Hamas terrorists kidnapping Israeli women at the Nahal Oz base near the Gaza Strip on Oct. 7, 2023. Photo: Screenshot

Israel possesses one of the world’s most sophisticated intelligence capabilities with which to obtain and provide information on its adversaries’ capabilities, intentions and actions. That intelligence serves to guide Israel’s policymakers in deciding on courses of action. Yet on October 7, Hamas was able to carry out an unprecedented attack on Israeli soil with devastating consequences.

What core intelligence challenges did Israel fail to meet in the run-up to this event?

Critically, Israeli intelligence failed to grasp the disruptive changes in Hamas’ approach to Israel — a failure that was facilitated by a related failure of organizational implementation. Explicit advance knowledge of a Hamas attack at the unit level of the intelligence apparatus was not considered valuable, so it was not translated into a competitive advantage. Drawing on public information distilled through Yakov Ben-Haim’s info-gap theory, this article analyzes these two intelligence challenges related to the October 7 attack. It also discusses a means of managing uncertainty that seeks to reduce the impact of surprises on policy outcomes.

Some elements of human affairs are fundamentally unknowable because of the vast uncertainty inherent in human behavior. Scholars of economics apply the concept of Knightian uncertainty, which addresses the difficulty of forecasting in view of the unknowability of all possible events and market innovations. But when it comes to intelligence, predictive errors can also arise from deception and denial.
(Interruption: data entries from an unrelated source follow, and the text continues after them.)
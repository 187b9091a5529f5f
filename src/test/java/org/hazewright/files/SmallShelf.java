package org.hazewright.files;

import java.nio.file.Path;

/** A shelf of a few files with made-up figures, for tests of reading. */
final class SmallShelf {
    static final String WATER = """
            format = 1
            id = "water"
            name = "Water"
            part = "base"
            family = "liquid"
            form = "liquid"
            density_g_per_ml = 0.998
            least_share = 0.5

            [source]
            basis = "memory"

            [uncertainty]
            absorption = 0.03

            [absorption]
            table = "spectra/water.csv"
            """;

    static final String GELATIN = """
            format = 1
            id = "gelatin-powder"
            name = "Gelatin powder"
            part = "modifier"
            families = ["liquid", "gel"]
            form = "powder"
            density_g_per_ml = 1.35

            [source]
            basis = "memory"
            """;

    static final String GEL = """
            format = 1
            id = "gelatin-10"
            name = "Gelatin, 10 %"
            part = "base"
            family = "gel"
            blend = [{ingredient = "water", mass_fraction = 0.9}, {ingredient = "gelatin-powder", mass_fraction = 0.1}]

            [source]
            basis = "memory"
            """;

    static final String INK = """
            format = 1
            id = "ink"
            name = "Ink"
            part = "absorber"
            families = ["liquid", "gel"]
            form = "liquid"
            density_g_per_ml = 1.02
            max_g_per_ml = 0.02
            price_per_g = 0
            settles = true
            handling = ["Shake."]
            cautions = ["Stains."]
            conflicts = [{with = "salt", why = "flocks"}, {with = "acid", why = "gas", refuse = true}]

            [source]
            basis = "invented"
            citation = "Made up."
            note = "Not a bottle."

            [uncertainty]
            absorption = 0.02
            scattering = 0.2
            correlation = 0.5

            [absorption]
            table = "spectra/ink.csv"
            albedo = 0.15
            g = 0.6

            [making]
            add_last = true
            stir_min = 5
            source = "common practice"
            """;

    static final String EMULSION = """
            format = 1
            id = "emulsion"
            name = "Emulsion"
            part = "scatterer"
            families = ["liquid", "gel"]
            form = "liquid"
            density_g_per_ml = 0.986
            index = "water"

            [source]
            basis = "published"
            citation = "An author, J. Test. 1, 1 (2000)."

            [uncertainty]
            scattering = 0.03

            [scattering]
            model = "mie"
            particle = "oil"
            particle_volume_fraction = 0.22
            crowding = "percus-yevick"

            [scattering.size]
            kind = "lognormal"
            number_median_diameter_nm = 200
            geometric_standard_deviation = 1.6
            """;

    static final String OIL = """
            format = 1
            id = "oil"
            name = "Oil"
            form = "constant"
            n = 1.47
            from_nm = 400
            to_nm = 1100

            [source]
            basis = "memory"
            """;

    static final String WATER_INDEX = """
            format = 1
            id = "water"
            name = "Water"
            form = "iapws-water"

            [source]
            basis = "published"
            citation = "IAPWS R9-97 (1997)."
            """;

    static final String LOT = """
            format = 1
            id = "emulsion-L07"
            lot_of = "emulsion"

            [lot]
            number = "L07"
            received = 2026-02-01
            expires = 2027-02-01

            [source]
            basis = "measured"
            citation = "The bench, 2026-02-03."

            [uncertainty]
            scattering = 0.01

            [scattering]
            magnitude = 1.04
            """;

    private SmallShelf() {}

    /** Writes all of them. */
    static Path in(Path folder) {
        Marked.write(folder.resolve("water.toml"), WATER);
        Marked.write(folder.resolve("gelatin-powder.toml"), GELATIN);
        Marked.write(folder.resolve("gelatin-10.toml"), GEL);
        Marked.write(folder.resolve("ink.toml"), INK);
        Marked.write(folder.resolve("emulsion.toml"), EMULSION);
        Marked.write(folder.resolve("emulsion-L07.toml"), LOT);
        Marked.write(folder.resolve("materials/oil.toml"), OIL);
        Marked.write(folder.resolve("materials/water.toml"), WATER_INDEX);
        Marked.write(folder.resolve("spectra/water.csv"), "wavelength_nm,mua_per_cm\n400,0.0001\n800,0.02\n1100,0.2\n");
        Marked.write(folder.resolve("spectra/ink.csv"), "wavelength_nm,mua_per_cm\n400,12000\n1100,4000\n");
        Marked.write(folder.resolve("README.md"), "Not an ingredient.");
        return folder;
    }
}
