package org.hazewright.files;

import static org.junit.jupiter.api.Assertions.assertEquals;
import static org.junit.jupiter.api.Assertions.assertThrows;
import static org.junit.jupiter.api.Assertions.assertTrue;

import java.nio.file.Path;
import java.util.List;
import java.util.stream.Stream;
import org.hazewright.optics.Index;
import org.hazewright.optics.RefractiveIndex;
import org.hazewright.optics.Refusal;
import org.hazewright.shelf.Material;
import org.hazewright.shelf.Source;
import org.junit.jupiter.api.Test;
import org.junit.jupiter.api.io.TempDir;
import org.junit.jupiter.params.ParameterizedTest;
import org.junit.jupiter.params.provider.Arguments;
import org.junit.jupiter.params.provider.MethodSource;

/**
 * Coefficients typed into a material file as their source prints them give the index that the source prints: nothing is lost
 * between a paper's units and the file's.
 */
class MaterialReaderReferenceTest {
    private static final String SOURCE = "\n[source]\nbasis = \"published\"\ncitation = \"See the test.\"\n";

    @TempDir
    Path folder;

    static Stream<Arguments> published() {
        return Stream.of(
                // Malitson, J. Opt. Soc. Am. 55, 1205 (1965): fused silica, table of computed n at 20 °C: 1.458464 at
                // 587.5618 nm,
                // 1.457018 at 632.8 nm (six digits printed; from memory)
                Arguments.of(SILICA, 587.5618, 1.458464, 1e-6),
                Arguments.of(SILICA, 632.8, 1.457018, 1e-6),
                // DeVore, J. Opt. Soc. Am. 41, 416 (1951): rutile, ordinary ray; the formula's value at 633 nm to
                // twelve digits by
                // an independent computation
                Arguments.of(RUTILE, 633, 2.583580138476, 1e-11),
                // Sultanova et al., Acta Phys. Pol. A 116, 585 (2009), one-term fit; n_D of polystyrene 1.590
                // (handbook), and the
                // formula's value at 633 nm by an independent computation
                Arguments.of(POLYSTYRENE, 633, 1.587513379555, 1e-11),
                Arguments.of(POLYSTYRENE, 589.3, 1.590, 2e-3),
                // Michels, Foschum & Kienle, Opt. Express 16, 5907 (2008): water, n = 1.311 + 1.154e4/λ² − 1.132e9/λ⁴,
                // λ in nm
                Arguments.of(MICHELS_WATER, 633, 1.332749701871, 1e-11),
                // IAPWS R9-97 (1997), table 3 at 0.1 MPa and 20 °C, 589 nm, as published to six digits (from memory)
                Arguments.of("form = \"iapws-water\"", 589, 1.333355, 2e-5));
    }

    private static final String SILICA = """
            form = "sellmeier"
            a = 1
            b = [0.6961663, 0.4079426, 0.8974794]
            c = [0.00467914826, 0.0135120631, 97.9340025]
            from_nm = 210
            to_nm = 3700
            """;
    private static final String RUTILE =
            "form = \"pole\"\na = 5.913\nb = [0.2441]\nc = [0.0803]\nfrom_nm = 430\nto_nm = 1530";
    private static final String POLYSTYRENE =
            "form = \"sellmeier\"\na = 1.0\nb = [1.4435]\nc = [0.020216]\nfrom_nm = 437\nto_nm = 1052";
    private static final String MICHELS_WATER =
            "form = \"cauchy\"\na = 1.311\nb = 1.154e4\nc = -1.132e9\nfrom_nm = 400\nto_nm = 900";

    @ParameterizedTest
    @MethodSource
    void published(String form, double nm, double n, double tolerance) {
        assertEquals(n, material(form).index().at(nm, 20).n(), tolerance);
    }

    @Test
    void aTableHasItsOwnRangeAndItsAbsorptionIndex() {
        SmallShelf.in(folder);
        Marked.write(folder.resolve("spectra/soot.csv"), "wavelength_nm,n,k\n400,1.5,0.5\n800,1.7,0.7\n");
        for (String form : List.of("table = \"spectra/soot.csv\"", "form = \"table\"\ntable = \"spectra/soot.csv\"")) {
            RefractiveIndex index = material(form).index();
            assertEquals(400, index.fromNm());
            assertEquals(800, index.toNm());
            assertEquals(new Index(1.6, 0.6), index.at(600, 20));
        }
    }

    /** Vegetable oil loses 0.0038 of its index when it is warmed by ten degrees (refractometry, common practice, from memory). */
    @Test
    void anIndexMovesWithTemperatureAsItsFileSays() {
        String oil = "form = \"constant\"\nn = 1.4735\nk = 0.001\nfrom_nm = 400\nto_nm = 900\n";
        RefractiveIndex warmed =
                material(oil + "dn_dt_per_c = -3.8e-4\nat_c = 20").index();
        assertEquals(1.4735, warmed.at(600, 20).n(), 1e-15);
        assertEquals(1.4697, warmed.at(600, 30).n(), 1e-12);
        assertEquals(0.001, warmed.at(600, 30).k());
        assertEquals(400, warmed.fromNm());
        assertEquals(900, warmed.toNm());
        assertEquals(1.4735, material(oil).index().at(600, 30).n(), 0, "without a coefficient it stays");
        assertThrows(Refusal.class, () -> material(oil + "dn_dt_per_c = -3.8e-4"));
        assertThrows(Refusal.class, () -> material(oil + "dn_dt_per_c = -3.8\nat_c = 20"));
        assertThrows(Refusal.class, () -> material("form = \"iapws-water\"\ndn_dt_per_c = -1e-4\nat_c = 20"));
    }

    @Test
    void aRangeThatAFileNarrowsIsKeptTo() {
        RefractiveIndex water =
                material("form = \"iapws-water\"\nfrom_nm = 400\nto_nm = 900").index();
        assertEquals(material("form = \"iapws-water\"").index().at(900, 22), water.at(900, 22));
        assertTrue(water.covers(400) && !water.covers(399));
        Refusal refusal = assertThrows(Refusal.class, () -> water.at(901, 22));
        assertTrue(
                refusal.getMessage().contains("not known at 901 nm: its file says 400 to 900 nm"),
                refusal.getMessage());
    }

    @Test
    void theNoteOfASourceStaysBehindItsCitation() {
        Material material =
                material("form = \"constant\"\nn = 1.5\nfrom_nm = 400\nto_nm = 900\n" + SOURCE + "note = \"Odd.\"");
        assertEquals(new Source(Source.Basis.PUBLISHED, "See the test. Odd."), material.source());
    }

    static Stream<Arguments> mistakes() {
        return Stream.of(
                of("form = \"constant\"\nfrom_nm = 400\nto_nm = 900", "key n is missing"),
                of("form = \"constant\"\n▶n = 0\nfrom_nm = 400\nto_nm = 900", "above 0"),
                of("form = \"constant\"\nn = 1.3\n▶k = -0.1\nfrom_nm = 400\nto_nm = 900", "between 0 and 1000"),
                of("form = \"constant\"\nn = 1.3\nto_nm = 900", "key from_nm is missing"),
                of("form = \"constant\"\nn = 1.3\n▶from_nm = 900\nto_nm = 400", "from 900 to 400 nm"),
                of("▶form = \"caushy\"\na = 1.3", "Perhaps \"cauchy\""),
                of("form = \"cauchy\"\n▶n = 1.3\nfrom_nm = 400\nto_nm = 900", "The key n is not known"),
                of("form = \"pole\"\na = 1\nb = [1, 2]\n▶c = [0.01]\nfrom_nm = 400\nto_nm = 900", "each b needs its c"),
                of("form = \"sellmeier\"\na = 1\nb = [1]\n▶c = [0.36]\nfrom_nm = 400\nto_nm = 900", "pole at 600 nm"),
                of(
                        "form = \"cauchy\"\n▶a = 1.3\nb = 1.2e9\nfrom_nm = 400\nto_nm = 900",
                        "check the coefficients' units"),
                of("form = \"iapws-water\"\n▶from_nm = 100", "between 200 and 1100"),
                of("▶table = \"spectra/none.csv\"", "There is no table"),
                of("name = \"X\"", "The key form is missing"));
    }

    @ParameterizedTest
    @MethodSource
    void mistakes(String form, String[] words) {
        SmallShelf.in(folder);
        Path file = folder.resolve("materials").resolve("x.toml");
        Marked marked = Marked.of("format = 1\nid = \"x\"\n" + form + SOURCE);
        if (marked.line() == 0) marked = new Marked(marked.text(), 1, 1);
        marked.refusedAs(file, () -> ShelfReader.read(folder), words);
    }

    private static Arguments of(String form, String... words) {
        return Arguments.of(form, words);
    }

    private Material material(String form) {
        SmallShelf.in(folder);
        Marked.write(
                folder.resolve("materials/x.toml"),
                "format = 1\nid = \"x\"\n" + form + (form.contains("[source]") ? "" : "\n" + SOURCE));
        return ShelfReader.read(folder).requireMaterial("x");
    }
}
If a change in the adversary’s camp is truly innovative, there is no prior experience from which probabilities can be deduced. Shackle-Popper indeterminism (SPI) is a concept in which human behavior depends on what we know. When we do not have a prior incident from which to learn and draw conclusions, undetermined elements interfere with our attempts to predict future human behavior. Since policymakers must make critical decisions in contexts that are both uncertain and limited in resources and time, intelligence is needed to reduce the uncertainty as much as possible. The question thus arises: Did Israeli intelligence fail in its core task to reduce uncertainty to the greatest extent possible in the run-up to October 7, or did we witness a disruptive terrorist “innovation” by Hamas that was almost impossible to predict?

This analysis draws on info-gap theory, which originally comes from engineering design and safety analysis. An info-gap is not simply a gap in one’s knowledge or information. It is “a gap with significant consequences for the outcome of a decision.” It describes “the disparity between what is known and what needs to be known in order to reliably and responsibly make a decision.”

Accordingly, the intelligence services’ task of reducing uncertainty has two meanings. The first is to reduce uncertainty (ignorance, ambiguity, and the potential for surprise) by increasing knowledge and understanding of situations or actors. This is the traditional understanding of intelligence. The second is to reduce vulnerability to uncertainty by managing the negative consequences of ignorance, ambiguity, or surprise on the outcome of a policy or decision.

Info-gap theory argues that uncertainty is not negative per se as long as the adverse consequences of a defined policy can be reduced. It proposes the concept of robust satisficing — a term that combines the words “satisfy” and “suffice” — which aims to enhance the robustness of policies against info-gaps with significant consequences. In such a scenario, policymakers define the minimum requirements necessary to achieve a defined goal while intelligence is tasked with constantly evaluating this policy “in terms of how large an info-gap it can tolerate and still achieve the policymaker’s stated goals.” Ideally, intelligence regularly assesses the degree to which current data, knowledge, and understanding can err or change such that a policy will continue to meet the policymaker’s defined outcome requirements. A policy is considered robust when only large surprises would have negative consequences. It has low robustness when even minor surprises affect the outcome negatively.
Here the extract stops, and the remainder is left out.